→ Prompt:
Take each line of the listing that has the string "jobs" and report it.

→ Excerpted data:

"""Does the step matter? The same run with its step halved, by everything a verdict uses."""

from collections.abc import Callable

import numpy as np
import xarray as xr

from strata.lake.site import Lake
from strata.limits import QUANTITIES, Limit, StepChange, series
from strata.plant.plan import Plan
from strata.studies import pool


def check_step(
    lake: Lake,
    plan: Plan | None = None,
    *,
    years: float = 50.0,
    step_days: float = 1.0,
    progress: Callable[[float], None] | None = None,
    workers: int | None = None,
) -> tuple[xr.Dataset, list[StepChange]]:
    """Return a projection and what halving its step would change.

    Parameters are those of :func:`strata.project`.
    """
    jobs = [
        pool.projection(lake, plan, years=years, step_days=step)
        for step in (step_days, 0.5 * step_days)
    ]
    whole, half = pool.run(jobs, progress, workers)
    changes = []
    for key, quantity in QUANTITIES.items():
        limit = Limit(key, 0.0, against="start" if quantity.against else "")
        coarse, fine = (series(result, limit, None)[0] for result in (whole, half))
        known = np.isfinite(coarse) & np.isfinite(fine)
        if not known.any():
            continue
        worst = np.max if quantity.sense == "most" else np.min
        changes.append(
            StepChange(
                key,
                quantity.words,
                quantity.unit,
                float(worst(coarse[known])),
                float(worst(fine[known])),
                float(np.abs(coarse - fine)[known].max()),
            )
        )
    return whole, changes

→ Written solution:
    jobs = [
    whole, half = pool.run(jobs, progress, workers)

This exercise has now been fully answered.